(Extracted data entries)
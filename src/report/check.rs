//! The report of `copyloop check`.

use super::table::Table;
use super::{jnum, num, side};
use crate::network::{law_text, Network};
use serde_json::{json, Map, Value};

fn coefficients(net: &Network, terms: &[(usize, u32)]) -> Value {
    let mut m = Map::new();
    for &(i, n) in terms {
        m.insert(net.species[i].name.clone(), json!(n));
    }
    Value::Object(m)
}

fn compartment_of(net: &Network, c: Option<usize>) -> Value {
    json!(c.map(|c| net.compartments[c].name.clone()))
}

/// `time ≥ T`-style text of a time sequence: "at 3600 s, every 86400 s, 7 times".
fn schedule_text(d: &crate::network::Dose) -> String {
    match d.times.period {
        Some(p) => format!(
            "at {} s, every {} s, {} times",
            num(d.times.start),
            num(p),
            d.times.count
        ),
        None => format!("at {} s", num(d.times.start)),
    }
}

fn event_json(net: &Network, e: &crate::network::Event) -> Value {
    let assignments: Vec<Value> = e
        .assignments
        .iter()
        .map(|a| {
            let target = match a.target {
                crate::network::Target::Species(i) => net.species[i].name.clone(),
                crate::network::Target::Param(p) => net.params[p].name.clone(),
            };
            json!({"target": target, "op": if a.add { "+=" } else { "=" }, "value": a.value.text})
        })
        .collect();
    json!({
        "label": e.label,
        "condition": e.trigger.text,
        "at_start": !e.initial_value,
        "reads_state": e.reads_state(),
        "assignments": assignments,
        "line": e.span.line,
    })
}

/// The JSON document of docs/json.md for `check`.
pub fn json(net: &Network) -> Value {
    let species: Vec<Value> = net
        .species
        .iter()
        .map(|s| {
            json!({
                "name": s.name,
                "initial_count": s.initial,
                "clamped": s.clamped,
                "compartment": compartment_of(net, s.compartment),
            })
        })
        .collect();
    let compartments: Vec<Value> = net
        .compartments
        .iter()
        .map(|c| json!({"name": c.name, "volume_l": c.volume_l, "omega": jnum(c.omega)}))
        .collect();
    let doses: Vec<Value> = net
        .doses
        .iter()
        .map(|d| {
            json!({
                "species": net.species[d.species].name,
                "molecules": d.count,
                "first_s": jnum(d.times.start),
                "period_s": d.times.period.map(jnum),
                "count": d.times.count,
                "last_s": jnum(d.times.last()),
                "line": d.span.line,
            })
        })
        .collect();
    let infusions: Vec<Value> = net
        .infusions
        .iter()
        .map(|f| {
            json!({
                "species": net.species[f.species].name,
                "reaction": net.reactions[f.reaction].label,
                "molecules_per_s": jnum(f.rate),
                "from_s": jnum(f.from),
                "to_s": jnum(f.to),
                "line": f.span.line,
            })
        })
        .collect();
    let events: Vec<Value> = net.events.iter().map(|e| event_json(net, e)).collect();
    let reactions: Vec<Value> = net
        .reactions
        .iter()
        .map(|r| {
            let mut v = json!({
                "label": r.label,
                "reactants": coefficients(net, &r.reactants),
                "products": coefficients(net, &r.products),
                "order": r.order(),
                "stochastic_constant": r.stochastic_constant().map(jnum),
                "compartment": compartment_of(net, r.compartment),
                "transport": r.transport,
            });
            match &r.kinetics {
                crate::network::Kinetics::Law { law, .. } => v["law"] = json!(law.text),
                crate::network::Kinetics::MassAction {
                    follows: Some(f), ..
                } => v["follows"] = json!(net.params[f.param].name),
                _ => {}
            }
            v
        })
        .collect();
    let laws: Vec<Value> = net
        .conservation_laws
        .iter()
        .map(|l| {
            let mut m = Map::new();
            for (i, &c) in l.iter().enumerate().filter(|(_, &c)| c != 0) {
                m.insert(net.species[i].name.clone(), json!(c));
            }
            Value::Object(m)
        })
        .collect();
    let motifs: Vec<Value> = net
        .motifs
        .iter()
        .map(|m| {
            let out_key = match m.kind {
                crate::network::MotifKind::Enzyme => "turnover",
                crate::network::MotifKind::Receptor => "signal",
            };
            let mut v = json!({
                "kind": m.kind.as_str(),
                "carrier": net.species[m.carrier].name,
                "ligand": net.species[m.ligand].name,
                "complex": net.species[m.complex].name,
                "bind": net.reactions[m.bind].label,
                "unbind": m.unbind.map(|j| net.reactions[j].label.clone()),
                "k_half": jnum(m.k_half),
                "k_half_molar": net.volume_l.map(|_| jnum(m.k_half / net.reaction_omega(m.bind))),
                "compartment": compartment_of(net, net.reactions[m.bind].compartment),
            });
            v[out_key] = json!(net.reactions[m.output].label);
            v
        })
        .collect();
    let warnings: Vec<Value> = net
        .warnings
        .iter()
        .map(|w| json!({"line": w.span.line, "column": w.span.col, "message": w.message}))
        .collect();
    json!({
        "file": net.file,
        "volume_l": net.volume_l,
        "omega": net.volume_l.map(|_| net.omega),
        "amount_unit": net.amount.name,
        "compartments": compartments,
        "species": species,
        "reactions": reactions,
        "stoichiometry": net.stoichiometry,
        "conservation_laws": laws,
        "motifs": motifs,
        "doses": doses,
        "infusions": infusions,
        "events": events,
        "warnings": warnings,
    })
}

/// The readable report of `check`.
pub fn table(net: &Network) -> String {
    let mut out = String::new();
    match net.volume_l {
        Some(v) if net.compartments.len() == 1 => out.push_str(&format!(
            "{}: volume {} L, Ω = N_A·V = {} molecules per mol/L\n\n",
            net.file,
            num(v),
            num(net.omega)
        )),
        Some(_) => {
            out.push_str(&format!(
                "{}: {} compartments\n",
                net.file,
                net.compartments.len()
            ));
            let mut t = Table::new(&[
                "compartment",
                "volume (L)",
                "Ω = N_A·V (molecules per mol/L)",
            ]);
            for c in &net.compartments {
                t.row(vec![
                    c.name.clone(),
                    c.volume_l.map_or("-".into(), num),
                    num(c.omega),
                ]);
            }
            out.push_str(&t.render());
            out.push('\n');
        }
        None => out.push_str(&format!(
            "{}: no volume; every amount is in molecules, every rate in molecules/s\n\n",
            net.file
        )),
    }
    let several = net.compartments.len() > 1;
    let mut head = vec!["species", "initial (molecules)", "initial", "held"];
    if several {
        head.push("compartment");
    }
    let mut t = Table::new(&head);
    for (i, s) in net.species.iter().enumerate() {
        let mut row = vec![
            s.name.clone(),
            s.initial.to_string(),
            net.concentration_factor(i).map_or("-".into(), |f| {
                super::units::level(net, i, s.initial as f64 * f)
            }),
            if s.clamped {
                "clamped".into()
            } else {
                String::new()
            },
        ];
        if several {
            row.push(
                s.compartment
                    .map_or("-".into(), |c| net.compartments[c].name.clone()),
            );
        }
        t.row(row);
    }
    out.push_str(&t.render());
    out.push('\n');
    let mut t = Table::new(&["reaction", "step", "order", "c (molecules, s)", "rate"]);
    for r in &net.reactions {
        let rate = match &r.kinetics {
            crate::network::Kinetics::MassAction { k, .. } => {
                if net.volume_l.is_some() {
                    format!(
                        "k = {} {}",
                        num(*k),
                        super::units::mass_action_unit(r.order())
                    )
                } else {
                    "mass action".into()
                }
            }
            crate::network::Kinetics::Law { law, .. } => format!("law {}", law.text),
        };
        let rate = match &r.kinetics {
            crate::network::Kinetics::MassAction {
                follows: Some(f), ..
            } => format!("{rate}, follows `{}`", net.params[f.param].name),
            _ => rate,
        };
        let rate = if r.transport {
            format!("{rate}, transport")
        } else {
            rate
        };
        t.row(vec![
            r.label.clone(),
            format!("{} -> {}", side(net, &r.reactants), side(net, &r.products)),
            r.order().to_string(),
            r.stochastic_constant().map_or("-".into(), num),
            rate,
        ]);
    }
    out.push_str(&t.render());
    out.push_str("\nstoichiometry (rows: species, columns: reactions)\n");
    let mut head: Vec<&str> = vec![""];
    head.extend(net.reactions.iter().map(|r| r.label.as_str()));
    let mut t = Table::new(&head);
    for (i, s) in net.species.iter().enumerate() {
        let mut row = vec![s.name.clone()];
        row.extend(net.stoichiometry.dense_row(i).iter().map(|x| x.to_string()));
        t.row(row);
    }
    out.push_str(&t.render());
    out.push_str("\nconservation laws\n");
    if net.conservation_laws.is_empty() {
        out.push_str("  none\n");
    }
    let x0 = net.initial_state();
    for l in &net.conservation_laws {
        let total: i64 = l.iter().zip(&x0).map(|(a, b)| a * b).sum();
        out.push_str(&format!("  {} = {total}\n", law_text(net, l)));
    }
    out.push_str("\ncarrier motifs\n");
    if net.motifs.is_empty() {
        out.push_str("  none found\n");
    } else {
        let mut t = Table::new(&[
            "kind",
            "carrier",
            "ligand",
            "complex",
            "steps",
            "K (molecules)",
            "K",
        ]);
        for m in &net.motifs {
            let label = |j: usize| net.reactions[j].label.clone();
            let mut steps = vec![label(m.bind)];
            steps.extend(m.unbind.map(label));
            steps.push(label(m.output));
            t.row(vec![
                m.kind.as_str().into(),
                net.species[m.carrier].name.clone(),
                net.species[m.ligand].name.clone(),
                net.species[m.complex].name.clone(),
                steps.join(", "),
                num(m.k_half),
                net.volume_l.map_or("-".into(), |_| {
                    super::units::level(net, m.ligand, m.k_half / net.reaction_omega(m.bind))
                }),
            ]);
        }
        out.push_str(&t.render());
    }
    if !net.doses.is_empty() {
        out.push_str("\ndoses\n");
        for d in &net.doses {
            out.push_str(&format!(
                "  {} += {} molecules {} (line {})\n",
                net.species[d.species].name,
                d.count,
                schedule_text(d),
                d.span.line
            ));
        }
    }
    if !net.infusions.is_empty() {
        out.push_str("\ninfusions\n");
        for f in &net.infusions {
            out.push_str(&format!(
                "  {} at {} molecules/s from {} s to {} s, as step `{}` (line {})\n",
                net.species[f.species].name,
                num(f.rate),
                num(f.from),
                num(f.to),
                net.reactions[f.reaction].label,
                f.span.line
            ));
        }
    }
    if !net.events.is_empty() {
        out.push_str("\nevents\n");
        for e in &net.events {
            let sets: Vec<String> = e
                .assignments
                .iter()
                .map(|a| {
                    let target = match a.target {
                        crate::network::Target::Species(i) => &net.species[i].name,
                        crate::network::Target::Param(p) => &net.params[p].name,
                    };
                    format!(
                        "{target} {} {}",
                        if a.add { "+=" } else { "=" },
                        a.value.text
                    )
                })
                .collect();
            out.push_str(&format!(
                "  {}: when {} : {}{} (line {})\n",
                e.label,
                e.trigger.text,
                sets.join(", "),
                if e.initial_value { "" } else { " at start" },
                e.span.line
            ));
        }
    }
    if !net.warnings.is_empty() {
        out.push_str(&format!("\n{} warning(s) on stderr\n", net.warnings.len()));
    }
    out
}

*TASK GOAL*:
Wherever "else" occurs in the entries above, copy the line it sits on.

*SOLUTION TO THE PROBLEM*:
            json!({"target": target, "op": if a.add { "+=" } else { "=" }, "value": a.value.text})
            } else {
                } else {
        } else {
    } else {
                        if a.add { "+=" } else { "=" },
                if e.initial_value { "" } else { " at start" },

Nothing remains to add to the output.